32 tiles, now we’re talking! Lets see how much land area New York has. This will take a non-trivial amount of time to run.

In [7]:

dates = [['2016-06-01','2016-06-30']]

total_land_pixels = 0
counter = 1

for date in dates:
print('from ' + date[0] + ' to ' + date[1])
counter = 0;
for tile in tiles['features']:
images = dl.metadata.search(
const_id=["L8"],
start_time=date[0],
end_time=date[1],
geom=json.dumps(tile['geometry']),
cloud_fraction=0.2,
limit = 1000
)

print('Tile #' + str(counter) + '. Number of scenes for this tile: ' + str(len(images['features'])))
counter += 1
ids = []
for image in images['features']:
ids.append(image['id'])

arr, meta = dl.raster.ndarray(
ids,
bands=['nir', 'swir1', 'red', 'alpha'],
scales=[[0,6000], [0, 6000], [0, 6000], None],
data_type='Byte',
srs = tile['properties']['cs_code'],
resolution = tile['properties']['resolution'],
bounds = tile['properties']['outputBounds'],
cutline = new_york['geometry'])

arr = arr[16:-16, 16:-16]

arr = mask_water(arr)
total_land_pixels += get_land_pixel_count(arr)

print('total land pixels: ' + str(total_land_pixels))
print('square meters: ' + str(total_land_pixels * 3600))
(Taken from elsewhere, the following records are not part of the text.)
// Package observe reads a table of observations and hands on what can be used of it.
//
// A row is one observation at one place. A file that is not what it should be (an absent column, a row with a field
// too many, a latitude of 97) is refused with an Error that says where and what to do. A row that cannot be used (no
// response, a denominator of 0) is set aside with its reason, and the rest goes on, unless the request is strict or
// more than half of the rows would be lost.
//
// Files are CSV tables, whose places are columns of coordinates or of geometries, or GeoJSON, whose features are rows
// with geometries of their own. Which of the two it is shows from the text.
//
// How a table is written (its compression, its encoding, the separator of its columns) is found out and told; Format
// says what cannot be found out, such as what stands for a missing value.
//
// A table that holds many regions is read once: Whole keeps it in memory as it stands, Split deals its rows to parts,
// and ReadPart reads each part as Read reads a file, with the lines and rows of the whole file in its messages.
//
// The package opens no files: it is given a reader and the name to call the source by in messages.
package observe
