package observe

import (
	"fmt"
	"math"
	"math/rand/v2"
	"slices"
	"strconv"
)

// ColumnKind is what all values of a column are, or most of them if they are geometries.
type ColumnKind string

// The kinds of columns.
const (
	WholeNumbers ColumnKind = "whole numbers"
	Numbers      ColumnKind = "numbers"
	TruthValues  ColumnKind = "truth values" // words such as yes and no; 0 and 1 are whole numbers
	Dates        ColumnKind = "dates"
	Geometries   ColumnKind = "geometry" // most of them are WKT or EWKB in hexadecimal
	Text         ColumnKind = "text"
	Empty        ColumnKind = "empty"
)

// SurveyColumn describes the values of a column. The figures of numbers are those of the values that are finite numbers,
// and NaN where there are none.
type SurveyColumn struct {
	Name string
	Kind ColumnKind
	Date DateForm // how dates are written; empty for other kinds

	Values, Missing int
	Distinct        int  // numbers count by their value, other values by their letters
	More            bool // there are more than Distinct
	Unique          bool // there is a value in every row, each once; not told of columns with more unless they ascend
	Ascending       bool // numbers, each above the one before it, at least two

	Levels    []string // distinct values in the order of their first rows; nil where there are more
	LevelRows []int    // rows of each

	Numbers, Whole, Zeros, Negatives int
	Least, Low, Median, High, Most   float64 // Low and High have 5 per cent of the numbers beyond them
	Mean                             float64
	Examples                         []string // the first three distinct values

	NotNumbers NotNumbers
	Shapes     *SurveyShapes // of Geometries; nil for other kinds

	Number []float64 // of the sampled rows; NaN where there is no number
	Code   []int32   // of the sampled rows, index into Levels; -1 where there is no value
}

// NotNumbers are the values of a column that are no finite numbers, and what they may have been meant as.
type NotNumbers struct {
	Values    int
	Line, Row int    // of the first
	Value     string // the first

	DecimalCommas int // as in 3,7
	Grouped       int // as in 12,500 or 12 500: thousands set apart, unless the comma is a decimal one
	Limits        int // as in <0.5
	Infinite      int
}

// mostExamples is how many values are shown of a column.
const mostExamples = 3

// columnSurvey makes the description of a column, value by value.
type columnSurvey struct {
	out     SurveyColumn
	format  *Format
	most    int              // distinct values, and numbers in the reservoir
	codes   map[string]int32 // nil once there are too many
	key     []byte
	drawn   []float64 // numbers behind the quantiles
	random  *rand.Rand
	truths  int
	dates   dateCounts
	last    float64 // the number of the row at hand, or NaN
	highest float64 // the number before
	rises   bool

	shapes  *shapeSurvey // nil as long as nothing looked like a geometry
	written int          // values that are geometries, with positions or without
	named   bool         // the column is said to be of geometries
	first   firstValue
}

// firstValue is the first value of a column, and where it stands; a zero row for none.
type firstValue struct {
	line, row int
	text      string
}

func newColumnSurvey(name string, format *Format, most int, random *rand.Rand) *columnSurvey {
	return &columnSurvey{out: SurveyColumn{Name: name, Least: math.Inf(1), Most: math.Inf(-1)}, format: format, most: most,
		codes: map[string]int32{}, random: random, highest: math.Inf(-1), rises: true}
}

// expectShapes makes the column one of geometries, whatever its values look like.
func (c *columnSurvey) expectShapes() *shapeSurvey {
	c.shapes, c.named = &shapeSurvey{}, true
	return c.shapes
}

// take counts a trimmed value, and puts it into the sample at a position that is not below 0.
func (c *columnSurvey) take(s string, line, row, slot int) {
	code := int32(-1)
	v, fault := c.format.number(s)
	if c.shape(s, line, row) {
		v, fault = notANumber, faultNumber
	}
	c.last = v
	if fault == faultMissing {
		c.out.Missing++
	} else {
		c.out.Values++
		if fault == "" {
			c.number(v)
		} else {
			c.text(s, line, row, fault)
		}
		code = c.level(s, v, fault == "")
	}
	if slot == len(c.out.Number) {
		c.out.Number, c.out.Code = append(c.out.Number, v), append(c.out.Code, code)
	} else if slot >= 0 {
		c.out.Number[slot], c.out.Code[slot] = v, code
	}
}

// shape looks at a value as a geometry, and reports whether it is one. Before the first that may be one, nothing is kept.
func (c *columnSurvey) shape(s string, line, row int) bool {
	switch {
	case c.shapes != nil:
	case couldBeShape(s):
		c.shapes = newShapeSurvey(c.out.Missing, c.out.Values, c.first, c.format)
	default:
		if c.first.row == 0 && !c.format.isMissing(s) {
			c.first = firstValue{line, row, shorten(s)}
		}
		return false
	}
	at := parseSite(s, c.format)
	c.shapes.take(&at, line, row)
	if at.code != faultGeometry && !c.format.isMissing(s) {
		c.written++
	}
	return at.geometry != nil
}

// number counts a finite number.
func (c *columnSurvey) number(v float64) {
	o := &c.out
	o.Numbers++
	if v == math.Trunc(v) {
		o.Whole++
	}
	switch {
	case v == 0:
		o.Zeros++
	case v < 0:
		o.Negatives++
	}
	o.Least, o.Most = min(o.Least, v), max(o.Most, v)
	o.Mean += v/float64(o.Numbers) - o.Mean/float64(o.Numbers)
	c.rises = c.rises && v > c.highest
	c.highest = v
	if len(c.drawn) < c.most {
		c.drawn = append(c.drawn, v)
	} else if at := c.random.IntN(o.Numbers); at < c.most {
		c.drawn[at] = v
	}
}

// text counts a value that is no finite number.
func (c *columnSurvey) text(s string, line, row int, fault string) {
	n := &c.out.NotNumbers
	if n.Values++; n.Values == 1 {
		n.Line, n.Row, n.Value = line, row, shorten(s)
	}
	if fault == faultInfinite {
		n.Infinite++
		return
	}
	switch {
	case isTruth(s):
		c.truths++
	case c.dates.take(s):
	case c.isLimit(s):
		n.Limits++
	case grouped(s):
		n.Grouped++
	case hasDecimalComma(s):
		n.DecimalCommas++
	}
}

func (c *columnSurvey) isLimit(s string) bool {
	_, is := c.format.limit(s)
	return is
}

// longestLevel is the length in bytes up to which a value is kept whole.
const longestLevel = 64

// level returns the code of a value, a new one if need be; -1 once there are too many.
func (c *columnSurvey) level(s string, v float64, isNumber bool) int32 {
	if c.codes == nil {
		return -1
	}
	switch {
	case isNumber:
		c.key = strconv.AppendFloat(c.key[:0], v+0, 'g', -1, 64)
	case len(s) > longestLevel:
		c.key = fmt.Appendf(c.key[:0], "%s%x", s[:longestLevel], hashed([]string{s}))
	default:
		c.key = append(c.key[:0], s...)
	}
	code, seen := c.codes[string(c.key)]
	if !seen {
		if len(c.codes) == c.most {
			c.codes, c.out.More = nil, true
			c.out.Levels, c.out.LevelRows = nil, nil
			return -1
		}
		code = int32(len(c.codes))
		c.codes[string(c.key)] = code
		c.out.Levels, c.out.LevelRows = append(c.out.Levels, shorten(s)), append(c.out.LevelRows, 0)
		c.out.Distinct++
		if len(c.out.Examples) < mostExamples {
			c.out.Examples = append(c.out.Examples, shorten(s))
		}
	}
	c.out.LevelRows[code]++
	return code
}

func (c *columnSurvey) finish() SurveyColumn {
	o := c.out
	o.Kind = c.kind()
	if o.Kind == Dates {
		o.Date = c.dates.form()
	}
	if o.Kind == Geometries {
		o.Shapes = c.shapes.finish()
	}
	o.Ascending = o.Numbers > 1 && o.Numbers == o.Values && c.rises
	o.Unique = o.Values > 0 && o.Missing == 0 && (o.Ascending || !o.More && o.Distinct == o.Values)
	slices.Sort(c.drawn)
	o.Low, o.Median, o.High = quantile(c.drawn, 0.05), quantile(c.drawn, 0.5), quantile(c.drawn, 0.95)
	if o.Numbers == 0 {
		o.Least, o.Most, o.Mean = math.NaN(), math.NaN(), math.NaN()
	}
	if o.More {
		for i := range o.Code {
			o.Code[i] = -1 // of levels that are not kept
		}
	}
	return o
}

func (c *columnSurvey) kind() ColumnKind {
	o := &c.out
	if c.named || 2*c.written > o.Values {
		return Geometries
	}
	switch o.Values {
	case 0:
		return Empty
	case o.Whole:
		return WholeNumbers
	case o.Numbers:
		return Numbers
	case c.truths:
		return TruthValues
	case c.dates.iso, c.dates.points, c.dates.slashes:
		return Dates
	}
	return Text
}

// quantile interpolates between the order statistics of sorted numbers (Hyndman & Fan 1996, Am. Stat. 50:361-365,
// definition 7); NaN for none.
func quantile(sorted []float64, p float64) float64 {
	if len(sorted) == 0 {
		return math.NaN()
	}
	at := p * float64(len(sorted)-1)
	i := int(at)
	if i+1 >= len(sorted) {
		return sorted[i]
	}
	share := at - float64(i)
	return sorted[i]*(1-share) + sorted[i+1]*share
}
from 2016-06-01 to 2016-06-30
Tile #0. Number of scenes for this tile: 6
Tile #1. Number of scenes for this tile: 6
Tile #2. Number of scenes for this tile: 4
Tile #3. Number of scenes for this tile: 4
Tile #4. Number of scenes for this tile: 5
Tile #5. Number of scenes for this tile: 2
Tile #6. Number of scenes for this tile: 2
Tile #7. Number of scenes for this tile: 3
Tile #8. Number of scenes for this tile: 4
Tile #9. Number of scenes for this tile: 2
Tile #10. Number of scenes for this tile: 2
Tile #11. Number of scenes for this tile: 3
Tile #12. Number of scenes for this tile: 4
Tile #13. Number of scenes for this tile: 3
Tile #14. Number of scenes for this tile: 3
Tile #15. Number of scenes for this tile: 5
Tile #16. Number of scenes for this tile: 6
Tile #17. Number of scenes for this tile: 6
Tile #18. Number of scenes for this tile: 5
Tile #19. Number of scenes for this tile: 4
Tile #20. Number of scenes for this tile: 5
Tile #21. Number of scenes for this tile: 7
Tile #22. Number of scenes for this tile: 6
Tile #23. Number of scenes for this tile: 7
Tile #24. Number of scenes for this tile: 5
Tile #25. Number of scenes for this tile: 5
Tile #26. Number of scenes for this tile: 4
Tile #27. Number of scenes for this tile: 5
Tile #28. Number of scenes for this tile: 3
Tile #29. Number of scenes for this tile: 5
Tile #30. Number of scenes for this tile: 3
Tile #31. Number of scenes for this tile: 5
total land pixels: 30787583
square meters: 110835298800


This gives us 44,449 square miles which is 81 percent of the 54,556 square miles that actually make up New York state. Ultimately I wrote a pretty terrible algorithm for analysis but using DLTiles it was very easy for us to determine that, and it would also be easy to iterate on this and turn it into a good algorithm. Using DLTiles we can scale our analysis up all the way to the entire surface of the Earth.